Please copy out every line of the listing below in which the word "embedded" appears.

###

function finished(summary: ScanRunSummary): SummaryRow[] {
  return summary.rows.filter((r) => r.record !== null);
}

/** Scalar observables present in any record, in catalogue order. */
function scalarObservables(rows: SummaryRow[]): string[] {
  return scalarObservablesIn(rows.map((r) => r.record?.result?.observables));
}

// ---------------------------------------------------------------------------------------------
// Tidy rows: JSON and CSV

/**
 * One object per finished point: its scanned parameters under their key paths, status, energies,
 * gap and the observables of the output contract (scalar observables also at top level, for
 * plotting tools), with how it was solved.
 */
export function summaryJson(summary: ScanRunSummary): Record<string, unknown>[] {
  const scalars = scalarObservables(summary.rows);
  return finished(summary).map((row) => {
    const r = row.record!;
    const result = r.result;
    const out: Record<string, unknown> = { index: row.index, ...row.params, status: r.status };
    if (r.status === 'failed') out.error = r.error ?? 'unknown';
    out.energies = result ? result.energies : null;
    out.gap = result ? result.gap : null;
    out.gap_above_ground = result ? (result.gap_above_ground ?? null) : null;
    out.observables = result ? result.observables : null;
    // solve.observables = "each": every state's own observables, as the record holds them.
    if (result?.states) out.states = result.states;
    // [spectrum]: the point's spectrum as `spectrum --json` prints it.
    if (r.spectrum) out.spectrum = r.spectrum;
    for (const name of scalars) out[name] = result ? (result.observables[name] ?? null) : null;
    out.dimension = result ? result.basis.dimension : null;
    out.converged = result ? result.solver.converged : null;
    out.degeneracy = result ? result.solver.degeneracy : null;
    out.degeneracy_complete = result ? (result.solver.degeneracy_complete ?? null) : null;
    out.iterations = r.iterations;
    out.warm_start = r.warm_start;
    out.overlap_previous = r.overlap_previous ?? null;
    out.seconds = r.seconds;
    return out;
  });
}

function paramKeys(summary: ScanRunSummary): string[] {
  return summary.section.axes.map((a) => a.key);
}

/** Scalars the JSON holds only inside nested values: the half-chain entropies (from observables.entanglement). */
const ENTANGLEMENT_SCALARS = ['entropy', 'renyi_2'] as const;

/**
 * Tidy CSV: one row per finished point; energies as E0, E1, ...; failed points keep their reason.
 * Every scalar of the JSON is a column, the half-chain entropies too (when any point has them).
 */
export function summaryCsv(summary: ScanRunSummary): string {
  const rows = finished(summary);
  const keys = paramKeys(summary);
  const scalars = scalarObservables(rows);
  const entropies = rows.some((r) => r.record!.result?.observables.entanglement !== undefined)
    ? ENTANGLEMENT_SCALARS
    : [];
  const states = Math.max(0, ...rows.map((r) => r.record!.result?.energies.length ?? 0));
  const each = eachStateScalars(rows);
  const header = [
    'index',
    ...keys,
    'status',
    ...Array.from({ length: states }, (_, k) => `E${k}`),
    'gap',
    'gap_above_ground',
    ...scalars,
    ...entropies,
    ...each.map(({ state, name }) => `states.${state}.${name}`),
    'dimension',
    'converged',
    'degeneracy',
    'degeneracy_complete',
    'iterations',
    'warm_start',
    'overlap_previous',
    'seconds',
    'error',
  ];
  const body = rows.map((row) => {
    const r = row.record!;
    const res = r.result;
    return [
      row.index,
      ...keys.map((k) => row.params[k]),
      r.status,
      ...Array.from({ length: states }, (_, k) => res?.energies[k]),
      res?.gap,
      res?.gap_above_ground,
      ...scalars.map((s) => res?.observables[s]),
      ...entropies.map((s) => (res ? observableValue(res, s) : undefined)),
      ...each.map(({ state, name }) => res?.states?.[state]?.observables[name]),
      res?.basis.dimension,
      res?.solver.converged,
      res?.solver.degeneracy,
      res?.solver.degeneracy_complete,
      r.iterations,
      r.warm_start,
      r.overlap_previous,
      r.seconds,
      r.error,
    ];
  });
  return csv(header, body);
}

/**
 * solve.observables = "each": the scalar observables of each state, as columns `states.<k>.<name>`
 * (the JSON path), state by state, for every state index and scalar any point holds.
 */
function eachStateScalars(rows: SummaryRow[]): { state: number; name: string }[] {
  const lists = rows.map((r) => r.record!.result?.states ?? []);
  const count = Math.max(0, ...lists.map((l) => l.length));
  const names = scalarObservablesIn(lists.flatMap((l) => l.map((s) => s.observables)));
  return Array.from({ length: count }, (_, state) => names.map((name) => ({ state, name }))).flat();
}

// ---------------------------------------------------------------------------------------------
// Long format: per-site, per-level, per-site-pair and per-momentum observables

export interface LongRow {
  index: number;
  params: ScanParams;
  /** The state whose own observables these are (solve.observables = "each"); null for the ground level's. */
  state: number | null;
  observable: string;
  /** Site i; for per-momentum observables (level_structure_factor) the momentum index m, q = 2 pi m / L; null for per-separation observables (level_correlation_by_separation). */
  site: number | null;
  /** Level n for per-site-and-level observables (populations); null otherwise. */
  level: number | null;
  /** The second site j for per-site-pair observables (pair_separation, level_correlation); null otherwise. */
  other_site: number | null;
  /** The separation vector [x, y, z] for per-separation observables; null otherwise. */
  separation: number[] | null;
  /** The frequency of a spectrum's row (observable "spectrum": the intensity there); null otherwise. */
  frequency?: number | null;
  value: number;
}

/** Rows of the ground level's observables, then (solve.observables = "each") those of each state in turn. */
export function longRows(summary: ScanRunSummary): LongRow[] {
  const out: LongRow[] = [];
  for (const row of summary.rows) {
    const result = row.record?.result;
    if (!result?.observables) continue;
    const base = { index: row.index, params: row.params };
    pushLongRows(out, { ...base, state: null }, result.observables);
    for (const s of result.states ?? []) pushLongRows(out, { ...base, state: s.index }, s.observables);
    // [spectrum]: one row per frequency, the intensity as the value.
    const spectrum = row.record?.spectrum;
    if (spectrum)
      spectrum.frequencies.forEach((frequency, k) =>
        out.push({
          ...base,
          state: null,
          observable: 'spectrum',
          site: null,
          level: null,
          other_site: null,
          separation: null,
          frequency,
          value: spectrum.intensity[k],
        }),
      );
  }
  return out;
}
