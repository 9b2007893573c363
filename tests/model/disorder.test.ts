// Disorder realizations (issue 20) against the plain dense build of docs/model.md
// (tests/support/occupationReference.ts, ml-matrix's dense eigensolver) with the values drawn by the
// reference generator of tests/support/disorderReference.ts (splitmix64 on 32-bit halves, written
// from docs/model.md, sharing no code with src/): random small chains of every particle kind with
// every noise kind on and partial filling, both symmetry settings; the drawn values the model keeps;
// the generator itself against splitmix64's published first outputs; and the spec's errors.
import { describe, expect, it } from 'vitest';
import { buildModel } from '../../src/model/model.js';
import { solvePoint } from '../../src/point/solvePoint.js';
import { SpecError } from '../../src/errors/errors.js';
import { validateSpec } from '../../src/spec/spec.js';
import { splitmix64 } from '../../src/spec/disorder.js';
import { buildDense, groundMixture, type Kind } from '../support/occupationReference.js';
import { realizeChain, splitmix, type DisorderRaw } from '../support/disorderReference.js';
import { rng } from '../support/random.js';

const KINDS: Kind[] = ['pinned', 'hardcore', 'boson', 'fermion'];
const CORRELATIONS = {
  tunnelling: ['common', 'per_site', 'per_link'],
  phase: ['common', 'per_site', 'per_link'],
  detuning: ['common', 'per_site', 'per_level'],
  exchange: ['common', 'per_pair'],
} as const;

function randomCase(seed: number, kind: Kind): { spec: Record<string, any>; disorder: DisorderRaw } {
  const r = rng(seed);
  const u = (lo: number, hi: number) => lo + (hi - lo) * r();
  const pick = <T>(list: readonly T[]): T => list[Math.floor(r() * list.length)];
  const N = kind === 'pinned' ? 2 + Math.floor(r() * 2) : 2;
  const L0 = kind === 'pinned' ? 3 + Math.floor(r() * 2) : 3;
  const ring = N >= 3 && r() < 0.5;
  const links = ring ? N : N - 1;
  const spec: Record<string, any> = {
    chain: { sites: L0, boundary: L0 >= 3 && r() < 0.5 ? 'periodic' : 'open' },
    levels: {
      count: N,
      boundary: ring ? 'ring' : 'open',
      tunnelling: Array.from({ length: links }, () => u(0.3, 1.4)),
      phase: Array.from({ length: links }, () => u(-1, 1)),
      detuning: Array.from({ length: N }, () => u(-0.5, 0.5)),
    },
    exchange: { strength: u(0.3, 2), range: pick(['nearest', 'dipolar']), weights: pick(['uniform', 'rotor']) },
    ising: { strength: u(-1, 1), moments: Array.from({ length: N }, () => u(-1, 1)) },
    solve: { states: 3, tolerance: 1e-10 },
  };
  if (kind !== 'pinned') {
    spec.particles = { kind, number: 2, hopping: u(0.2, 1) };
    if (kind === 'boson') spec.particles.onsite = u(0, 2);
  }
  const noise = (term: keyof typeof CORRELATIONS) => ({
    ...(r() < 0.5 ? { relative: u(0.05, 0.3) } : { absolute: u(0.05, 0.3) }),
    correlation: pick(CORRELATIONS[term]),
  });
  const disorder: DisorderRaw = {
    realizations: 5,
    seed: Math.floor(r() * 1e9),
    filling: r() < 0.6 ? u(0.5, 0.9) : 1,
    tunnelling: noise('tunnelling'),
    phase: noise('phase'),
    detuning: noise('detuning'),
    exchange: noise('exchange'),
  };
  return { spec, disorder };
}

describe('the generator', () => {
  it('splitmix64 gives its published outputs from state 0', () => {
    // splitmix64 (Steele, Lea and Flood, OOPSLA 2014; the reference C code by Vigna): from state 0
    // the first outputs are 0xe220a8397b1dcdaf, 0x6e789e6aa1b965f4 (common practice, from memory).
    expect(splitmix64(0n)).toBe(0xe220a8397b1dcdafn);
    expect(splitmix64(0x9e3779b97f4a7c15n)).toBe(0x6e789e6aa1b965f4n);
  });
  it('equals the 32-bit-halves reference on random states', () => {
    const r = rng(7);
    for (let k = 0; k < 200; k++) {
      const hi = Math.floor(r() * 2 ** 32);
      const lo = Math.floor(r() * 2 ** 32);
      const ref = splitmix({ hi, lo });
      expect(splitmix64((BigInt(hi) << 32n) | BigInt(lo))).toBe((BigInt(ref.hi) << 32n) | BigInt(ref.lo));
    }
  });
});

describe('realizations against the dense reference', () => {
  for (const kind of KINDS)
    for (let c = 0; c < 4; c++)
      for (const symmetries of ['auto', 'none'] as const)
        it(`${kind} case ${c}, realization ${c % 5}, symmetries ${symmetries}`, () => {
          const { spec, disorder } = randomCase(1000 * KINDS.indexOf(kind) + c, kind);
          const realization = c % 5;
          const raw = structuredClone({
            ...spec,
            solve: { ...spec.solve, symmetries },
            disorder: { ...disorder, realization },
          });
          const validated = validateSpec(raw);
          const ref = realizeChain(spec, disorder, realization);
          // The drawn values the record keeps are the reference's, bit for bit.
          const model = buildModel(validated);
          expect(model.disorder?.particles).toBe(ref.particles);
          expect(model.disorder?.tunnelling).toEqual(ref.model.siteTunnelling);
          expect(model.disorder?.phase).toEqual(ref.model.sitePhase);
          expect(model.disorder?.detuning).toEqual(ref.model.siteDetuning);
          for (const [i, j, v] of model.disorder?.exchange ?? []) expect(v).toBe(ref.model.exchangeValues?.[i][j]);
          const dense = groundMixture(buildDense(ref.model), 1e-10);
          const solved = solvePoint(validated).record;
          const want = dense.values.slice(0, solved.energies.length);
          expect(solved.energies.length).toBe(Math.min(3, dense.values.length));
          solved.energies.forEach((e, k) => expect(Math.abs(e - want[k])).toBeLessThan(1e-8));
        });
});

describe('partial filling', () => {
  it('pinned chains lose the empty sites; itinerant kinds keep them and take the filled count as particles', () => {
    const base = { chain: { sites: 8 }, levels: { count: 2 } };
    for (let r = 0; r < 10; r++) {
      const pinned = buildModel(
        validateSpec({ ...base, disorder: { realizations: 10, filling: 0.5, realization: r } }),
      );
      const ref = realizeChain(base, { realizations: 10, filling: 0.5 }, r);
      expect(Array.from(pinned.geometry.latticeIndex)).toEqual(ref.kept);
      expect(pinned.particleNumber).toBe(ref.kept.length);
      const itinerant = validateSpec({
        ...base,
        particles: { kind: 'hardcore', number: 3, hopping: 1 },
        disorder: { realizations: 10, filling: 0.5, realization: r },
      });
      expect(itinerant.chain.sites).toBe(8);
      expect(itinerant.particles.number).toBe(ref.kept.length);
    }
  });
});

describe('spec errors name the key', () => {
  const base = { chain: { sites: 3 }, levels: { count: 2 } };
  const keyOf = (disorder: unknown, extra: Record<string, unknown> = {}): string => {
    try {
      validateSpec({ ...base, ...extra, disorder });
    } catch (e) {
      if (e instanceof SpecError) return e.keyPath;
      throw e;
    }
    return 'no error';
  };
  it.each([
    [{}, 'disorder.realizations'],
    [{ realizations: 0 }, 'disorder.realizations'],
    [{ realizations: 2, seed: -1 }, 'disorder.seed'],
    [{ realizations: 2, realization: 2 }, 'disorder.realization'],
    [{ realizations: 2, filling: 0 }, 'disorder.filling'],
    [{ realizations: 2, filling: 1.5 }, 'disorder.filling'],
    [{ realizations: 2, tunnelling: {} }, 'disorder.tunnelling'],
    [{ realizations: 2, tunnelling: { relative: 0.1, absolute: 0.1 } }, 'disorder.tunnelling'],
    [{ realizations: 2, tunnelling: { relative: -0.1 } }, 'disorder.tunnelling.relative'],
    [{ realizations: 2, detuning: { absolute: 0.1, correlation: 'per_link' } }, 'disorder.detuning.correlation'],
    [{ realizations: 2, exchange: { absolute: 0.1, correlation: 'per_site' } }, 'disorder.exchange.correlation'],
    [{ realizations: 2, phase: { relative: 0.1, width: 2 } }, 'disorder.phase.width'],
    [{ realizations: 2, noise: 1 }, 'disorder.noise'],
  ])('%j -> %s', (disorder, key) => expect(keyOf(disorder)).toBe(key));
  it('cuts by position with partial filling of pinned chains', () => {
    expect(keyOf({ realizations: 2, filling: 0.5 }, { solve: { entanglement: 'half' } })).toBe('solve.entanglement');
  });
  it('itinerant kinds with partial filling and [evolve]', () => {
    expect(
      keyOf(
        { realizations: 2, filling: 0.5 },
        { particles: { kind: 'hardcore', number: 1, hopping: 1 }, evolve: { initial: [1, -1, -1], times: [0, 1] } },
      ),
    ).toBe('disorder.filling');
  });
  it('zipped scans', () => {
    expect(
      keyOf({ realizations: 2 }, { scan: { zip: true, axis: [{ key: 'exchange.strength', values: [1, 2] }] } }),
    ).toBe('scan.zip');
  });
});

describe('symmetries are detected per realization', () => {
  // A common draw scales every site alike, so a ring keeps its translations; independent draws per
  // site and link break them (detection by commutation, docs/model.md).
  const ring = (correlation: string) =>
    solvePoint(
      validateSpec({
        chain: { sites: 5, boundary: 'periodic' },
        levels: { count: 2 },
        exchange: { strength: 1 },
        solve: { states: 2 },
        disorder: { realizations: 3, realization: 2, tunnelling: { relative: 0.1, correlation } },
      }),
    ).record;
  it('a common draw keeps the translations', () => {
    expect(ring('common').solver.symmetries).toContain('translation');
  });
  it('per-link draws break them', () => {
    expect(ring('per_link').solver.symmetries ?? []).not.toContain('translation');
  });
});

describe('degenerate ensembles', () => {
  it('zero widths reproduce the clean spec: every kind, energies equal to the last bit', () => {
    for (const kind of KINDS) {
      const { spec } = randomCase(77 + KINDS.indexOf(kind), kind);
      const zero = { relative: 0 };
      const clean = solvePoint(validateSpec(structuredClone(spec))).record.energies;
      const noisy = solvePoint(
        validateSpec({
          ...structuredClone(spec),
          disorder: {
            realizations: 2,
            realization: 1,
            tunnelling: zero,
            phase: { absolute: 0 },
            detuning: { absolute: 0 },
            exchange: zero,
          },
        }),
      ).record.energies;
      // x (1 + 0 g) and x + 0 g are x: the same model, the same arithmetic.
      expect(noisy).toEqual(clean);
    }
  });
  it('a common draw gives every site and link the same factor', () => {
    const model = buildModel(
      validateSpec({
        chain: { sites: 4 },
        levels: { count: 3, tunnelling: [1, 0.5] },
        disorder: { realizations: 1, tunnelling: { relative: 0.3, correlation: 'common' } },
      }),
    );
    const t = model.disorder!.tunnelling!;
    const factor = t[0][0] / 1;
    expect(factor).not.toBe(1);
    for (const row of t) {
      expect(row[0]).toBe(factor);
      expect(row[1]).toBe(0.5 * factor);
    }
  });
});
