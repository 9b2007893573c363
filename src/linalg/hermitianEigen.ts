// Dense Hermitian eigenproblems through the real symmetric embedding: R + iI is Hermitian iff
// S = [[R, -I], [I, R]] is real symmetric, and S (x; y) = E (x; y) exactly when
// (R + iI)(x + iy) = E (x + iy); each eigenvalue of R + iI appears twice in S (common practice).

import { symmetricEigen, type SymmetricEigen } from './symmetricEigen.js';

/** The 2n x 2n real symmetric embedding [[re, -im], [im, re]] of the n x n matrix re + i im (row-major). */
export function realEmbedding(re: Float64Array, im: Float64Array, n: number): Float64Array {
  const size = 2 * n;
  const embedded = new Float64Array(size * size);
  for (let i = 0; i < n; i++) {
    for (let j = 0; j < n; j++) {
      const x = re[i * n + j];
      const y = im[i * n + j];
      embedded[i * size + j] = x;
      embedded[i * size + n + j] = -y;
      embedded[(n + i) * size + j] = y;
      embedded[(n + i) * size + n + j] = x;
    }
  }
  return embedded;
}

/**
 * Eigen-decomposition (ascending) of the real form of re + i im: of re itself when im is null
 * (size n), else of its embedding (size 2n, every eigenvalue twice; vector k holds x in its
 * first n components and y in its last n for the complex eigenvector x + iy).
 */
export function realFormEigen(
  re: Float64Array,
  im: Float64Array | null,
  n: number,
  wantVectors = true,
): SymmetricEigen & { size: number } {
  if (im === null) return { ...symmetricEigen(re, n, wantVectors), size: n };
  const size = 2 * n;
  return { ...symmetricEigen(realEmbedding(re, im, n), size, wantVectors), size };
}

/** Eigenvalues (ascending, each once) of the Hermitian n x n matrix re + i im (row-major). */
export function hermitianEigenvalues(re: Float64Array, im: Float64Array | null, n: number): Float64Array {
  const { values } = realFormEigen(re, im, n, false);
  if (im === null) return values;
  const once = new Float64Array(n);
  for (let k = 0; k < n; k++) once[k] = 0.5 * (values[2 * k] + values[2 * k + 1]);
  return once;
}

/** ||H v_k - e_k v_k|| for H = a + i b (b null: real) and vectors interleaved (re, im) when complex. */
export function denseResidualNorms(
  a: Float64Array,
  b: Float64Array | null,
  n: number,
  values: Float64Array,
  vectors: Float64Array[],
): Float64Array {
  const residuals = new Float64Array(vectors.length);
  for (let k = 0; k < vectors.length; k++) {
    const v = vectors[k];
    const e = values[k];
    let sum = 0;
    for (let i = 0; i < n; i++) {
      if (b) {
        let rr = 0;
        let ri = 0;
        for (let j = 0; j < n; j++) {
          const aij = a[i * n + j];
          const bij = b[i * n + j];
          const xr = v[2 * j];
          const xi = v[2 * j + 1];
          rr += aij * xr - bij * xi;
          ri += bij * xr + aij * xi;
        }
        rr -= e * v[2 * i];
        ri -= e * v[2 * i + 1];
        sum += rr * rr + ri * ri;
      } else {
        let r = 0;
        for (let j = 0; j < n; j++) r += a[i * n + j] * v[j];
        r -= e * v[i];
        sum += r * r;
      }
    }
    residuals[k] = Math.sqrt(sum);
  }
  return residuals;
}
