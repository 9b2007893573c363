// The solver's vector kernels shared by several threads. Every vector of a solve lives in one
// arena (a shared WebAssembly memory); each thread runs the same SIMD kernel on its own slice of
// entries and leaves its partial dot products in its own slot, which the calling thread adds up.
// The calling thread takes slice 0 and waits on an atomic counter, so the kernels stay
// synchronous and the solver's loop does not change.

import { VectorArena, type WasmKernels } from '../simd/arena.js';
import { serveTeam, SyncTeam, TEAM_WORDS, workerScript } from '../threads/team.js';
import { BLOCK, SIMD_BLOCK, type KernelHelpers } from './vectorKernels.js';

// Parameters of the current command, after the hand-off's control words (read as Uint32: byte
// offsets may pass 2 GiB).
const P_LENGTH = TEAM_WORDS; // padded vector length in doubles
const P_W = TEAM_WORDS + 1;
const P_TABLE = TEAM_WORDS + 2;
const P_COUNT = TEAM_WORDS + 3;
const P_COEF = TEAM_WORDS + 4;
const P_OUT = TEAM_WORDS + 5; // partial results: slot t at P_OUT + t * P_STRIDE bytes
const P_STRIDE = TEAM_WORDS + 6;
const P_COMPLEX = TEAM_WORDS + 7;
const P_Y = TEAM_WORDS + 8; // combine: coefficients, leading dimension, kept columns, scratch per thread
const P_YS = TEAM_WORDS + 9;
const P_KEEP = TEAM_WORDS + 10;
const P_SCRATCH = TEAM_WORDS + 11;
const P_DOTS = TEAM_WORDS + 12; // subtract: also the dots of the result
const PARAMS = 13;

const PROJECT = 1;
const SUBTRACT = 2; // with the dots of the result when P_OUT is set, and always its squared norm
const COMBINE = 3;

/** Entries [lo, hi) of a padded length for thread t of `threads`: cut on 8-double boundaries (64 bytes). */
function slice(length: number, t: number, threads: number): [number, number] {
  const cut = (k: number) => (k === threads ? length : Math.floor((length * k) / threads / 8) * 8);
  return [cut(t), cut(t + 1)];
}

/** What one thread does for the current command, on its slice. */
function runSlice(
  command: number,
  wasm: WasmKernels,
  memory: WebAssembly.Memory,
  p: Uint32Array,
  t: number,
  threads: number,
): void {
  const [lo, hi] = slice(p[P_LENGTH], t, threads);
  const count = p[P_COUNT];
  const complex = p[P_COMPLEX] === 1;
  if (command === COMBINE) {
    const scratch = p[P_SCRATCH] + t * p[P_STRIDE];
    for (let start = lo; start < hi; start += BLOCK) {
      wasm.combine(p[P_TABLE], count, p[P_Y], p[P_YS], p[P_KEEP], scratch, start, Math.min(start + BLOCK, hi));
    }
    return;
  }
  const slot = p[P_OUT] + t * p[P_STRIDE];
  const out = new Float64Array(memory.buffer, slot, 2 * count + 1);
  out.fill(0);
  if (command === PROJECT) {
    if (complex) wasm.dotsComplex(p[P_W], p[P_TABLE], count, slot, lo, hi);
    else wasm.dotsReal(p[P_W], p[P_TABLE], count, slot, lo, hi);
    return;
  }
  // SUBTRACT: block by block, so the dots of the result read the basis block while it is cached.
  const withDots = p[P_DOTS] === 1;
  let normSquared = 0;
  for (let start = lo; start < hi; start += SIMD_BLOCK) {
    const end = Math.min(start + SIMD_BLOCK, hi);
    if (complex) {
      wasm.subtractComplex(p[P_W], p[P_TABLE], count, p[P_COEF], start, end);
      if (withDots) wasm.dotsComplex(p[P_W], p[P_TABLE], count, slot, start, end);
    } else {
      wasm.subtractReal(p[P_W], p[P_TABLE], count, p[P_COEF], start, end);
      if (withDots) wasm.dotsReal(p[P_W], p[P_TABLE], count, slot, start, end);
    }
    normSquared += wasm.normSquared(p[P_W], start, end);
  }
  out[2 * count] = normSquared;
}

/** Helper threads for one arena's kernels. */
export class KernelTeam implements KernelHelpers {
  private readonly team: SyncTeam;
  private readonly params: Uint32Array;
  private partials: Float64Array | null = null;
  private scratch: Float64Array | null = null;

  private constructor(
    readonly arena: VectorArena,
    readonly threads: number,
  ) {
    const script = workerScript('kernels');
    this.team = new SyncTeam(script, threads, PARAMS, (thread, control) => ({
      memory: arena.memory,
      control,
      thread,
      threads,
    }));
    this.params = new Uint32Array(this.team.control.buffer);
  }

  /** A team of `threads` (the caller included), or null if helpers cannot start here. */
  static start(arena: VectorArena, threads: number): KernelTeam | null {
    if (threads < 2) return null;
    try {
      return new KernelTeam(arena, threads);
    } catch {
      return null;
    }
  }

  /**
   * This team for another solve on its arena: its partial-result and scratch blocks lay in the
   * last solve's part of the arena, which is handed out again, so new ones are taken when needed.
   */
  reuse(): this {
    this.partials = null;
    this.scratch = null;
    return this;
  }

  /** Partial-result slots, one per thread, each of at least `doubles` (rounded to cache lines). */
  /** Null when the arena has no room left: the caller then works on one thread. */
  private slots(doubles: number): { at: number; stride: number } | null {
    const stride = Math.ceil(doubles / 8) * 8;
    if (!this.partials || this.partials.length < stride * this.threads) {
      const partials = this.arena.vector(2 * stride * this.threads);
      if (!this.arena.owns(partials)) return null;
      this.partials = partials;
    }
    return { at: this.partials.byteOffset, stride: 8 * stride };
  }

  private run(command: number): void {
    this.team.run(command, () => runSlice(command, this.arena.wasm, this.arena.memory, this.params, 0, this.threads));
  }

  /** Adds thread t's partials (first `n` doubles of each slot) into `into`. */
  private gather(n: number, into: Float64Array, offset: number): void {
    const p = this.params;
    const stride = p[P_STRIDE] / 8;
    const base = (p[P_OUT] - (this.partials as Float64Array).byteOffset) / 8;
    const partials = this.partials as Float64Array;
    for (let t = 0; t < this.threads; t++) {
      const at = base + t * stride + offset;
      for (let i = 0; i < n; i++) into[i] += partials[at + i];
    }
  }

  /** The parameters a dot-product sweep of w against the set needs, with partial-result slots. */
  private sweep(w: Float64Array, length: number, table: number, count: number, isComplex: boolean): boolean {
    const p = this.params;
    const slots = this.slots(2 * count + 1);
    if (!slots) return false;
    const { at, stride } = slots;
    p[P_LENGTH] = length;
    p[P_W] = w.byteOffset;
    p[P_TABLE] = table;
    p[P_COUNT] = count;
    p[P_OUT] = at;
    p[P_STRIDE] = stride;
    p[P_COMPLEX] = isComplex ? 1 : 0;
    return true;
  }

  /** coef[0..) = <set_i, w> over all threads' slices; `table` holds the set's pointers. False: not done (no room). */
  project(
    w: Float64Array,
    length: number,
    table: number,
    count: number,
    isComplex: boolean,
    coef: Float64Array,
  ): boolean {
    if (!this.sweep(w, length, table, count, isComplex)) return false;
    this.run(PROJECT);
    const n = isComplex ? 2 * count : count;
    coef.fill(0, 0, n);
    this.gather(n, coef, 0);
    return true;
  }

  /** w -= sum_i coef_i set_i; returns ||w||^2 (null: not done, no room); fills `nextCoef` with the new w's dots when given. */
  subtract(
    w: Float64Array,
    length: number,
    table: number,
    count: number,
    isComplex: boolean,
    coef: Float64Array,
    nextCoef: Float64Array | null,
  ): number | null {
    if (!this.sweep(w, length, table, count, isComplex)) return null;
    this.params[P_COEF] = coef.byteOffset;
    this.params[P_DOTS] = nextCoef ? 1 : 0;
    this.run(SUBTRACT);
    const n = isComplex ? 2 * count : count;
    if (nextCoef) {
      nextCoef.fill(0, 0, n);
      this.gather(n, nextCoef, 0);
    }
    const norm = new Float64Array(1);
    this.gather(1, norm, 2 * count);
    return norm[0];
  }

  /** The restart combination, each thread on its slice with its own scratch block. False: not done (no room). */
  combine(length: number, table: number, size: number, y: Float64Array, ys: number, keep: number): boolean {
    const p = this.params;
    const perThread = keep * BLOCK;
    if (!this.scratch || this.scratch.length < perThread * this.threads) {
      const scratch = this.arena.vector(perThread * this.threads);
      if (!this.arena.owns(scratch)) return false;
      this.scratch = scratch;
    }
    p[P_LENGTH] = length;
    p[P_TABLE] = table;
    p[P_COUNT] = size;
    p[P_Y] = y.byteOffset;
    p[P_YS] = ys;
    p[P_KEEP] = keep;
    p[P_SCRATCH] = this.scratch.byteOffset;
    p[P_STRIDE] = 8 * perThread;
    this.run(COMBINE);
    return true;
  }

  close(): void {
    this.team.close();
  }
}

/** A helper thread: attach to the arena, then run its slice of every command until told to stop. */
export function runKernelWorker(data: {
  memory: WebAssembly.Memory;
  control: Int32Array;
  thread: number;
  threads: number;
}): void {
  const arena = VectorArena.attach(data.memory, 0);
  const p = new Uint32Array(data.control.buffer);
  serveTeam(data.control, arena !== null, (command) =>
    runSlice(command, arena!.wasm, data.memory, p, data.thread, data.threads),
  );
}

###

THE ANSWER.
  const embedded = new Float64Array(size * size);
      embedded[i * size + j] = x;
      embedded[i * size + n + j] = -y;
      embedded[(n + i) * size + j] = y;
      embedded[(n + i) * size + n + j] = x;
  return embedded;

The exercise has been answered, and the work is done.